They are great, and will likely look to roll another one at the end of this
year, but I was a little frustrated in getting more people to stand up and
show off.

Perhaps Phoenix is just not happening enough place for this, or I need to get
some marketing smarts.

------
babul
I tried to go to barcamp3 and 4 in London but never get registered in time.
tickets get booked within 5mins of going live and they advertise going live
time of 11am but systems opened at ~10am and sometimes even earlier/later.

This upset a lot of people in London wanting to go.

------
rubymaverick
BarCamp is great. I have been to both BarCampOrlando's. While some of the
talks where a little on the basic/general/boring side (I'm looking at you
Agile proponents), there were also some that were great and totally outside my
normal realm of what I am interested in.

------
hendler
I was in the last Bar Camp Miami, great time.

If you go with an open mind and less of a mission, it's great. The camps
attract curious, ambitious, and savvy folk - not just for Bar Hoppers!

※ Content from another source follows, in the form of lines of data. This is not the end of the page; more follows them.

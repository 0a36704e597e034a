// Annotations and the operations left of their statements; see annotations.h.
#include "output/annotations.h"

#include <algorithm>
#include <set>

namespace isinglass {

namespace {

class Finder {
 public:
  Finder(std::span<const Annotation> annotations, const Circuit& circuit)
      : annotations_(annotations),
        circuit_(circuit),
        first_(annotations.size()),
        first_of_kind_(annotations.size()) {
    for (std::size_t i = 0; i < annotations.size(); ++i) {
      for (std::uint32_t line = annotations[i].first_line; line <= annotations[i].last_line; ++line) {
        of_line_[line].push_back(i);
      }
    }
  }

  /// In the order of the native program.
  void look_at(std::uint32_t block) {
    for (const Operation& op : circuit_.blocks[block]) {
      for (const std::uint32_t line : circuit_.origins.lines(op.origin)) {
        const auto found = of_line_.find(line);
        if (found == of_line_.end()) continue;
        for (const std::size_t i : found->second) {
          if (first_[i] == nullptr) first_[i] = &op;
          if (first_of_kind_[i] == nullptr && op.kind == annotations_[i].kind) first_of_kind_[i] = &op;
        }
      }
      if (op.kind != Kind::branch) continue;
      for (const Branch::Arm& arm : circuit_.branches[op.payload].arms) look_at(arm.block);
    }
  }

  const Operation* operation_of(std::size_t i) const {
    return first_of_kind_[i] != nullptr ? first_of_kind_[i] : first_[i];
  }

 private:
  std::span<const Annotation> annotations_;
  const Circuit& circuit_;
  std::vector<const Operation*> first_;
  std::vector<const Operation*> first_of_kind_;
  std::unordered_map<std::uint32_t, std::vector<std::size_t>> of_line_;
};

/// Names of the source that the native program declares.
std::set<std::string> declared_names(const Circuit& circuit) {
  std::set<std::string> names;
  for (const Variable& variable : circuit.variables) {
    names.insert(variable.source.empty() ? variable.name : variable.source);
  }
  for (const Input& input : circuit.inputs) {
    if (!input.is_derived) names.insert(input.source.empty() ? input.name : input.source);
  }
  return names;
}

}  // namespace

AnnotationPlaces places_of(std::span<const Annotation> annotations, const Circuit& circuit) {
  AnnotationPlaces places;
  if (annotations.empty()) return places;
  Finder finder(annotations, circuit);
  finder.look_at(0);
  const std::set<std::string> declared = declared_names(circuit);
  for (std::size_t i = 0; i < annotations.size(); ++i) {
    const Annotation& annotation = annotations[i];
    const Operation* const op = finder.operation_of(i);
    if (declared.contains(annotation.declares)) {
      places.before_declaration[annotation.declares].push_back(annotation.text);
    } else if (op != nullptr) {
      places.before[op].push_back(annotation.text);
    } else {
      places.lost.push_back(annotation);
    }
  }
  return places;
}

}  // namespace isinglass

I'm moving back to Boston just in time for this one! Thanks for posting!

------
igexome
I helped throw BarCampRochester3 - largest one in upstate NY! RITers
represent! Gathering quality people who want to give something of interest to
each other truly does cull the best and the brightest in an area.

------
a-priori
So far, only one: a DemoCampGuelph back in January. I'm planning on going to
more similar events in Guelph, Waterloo and maybe Toronto this summer.

------
jdroid
They're skipping nyc, huh?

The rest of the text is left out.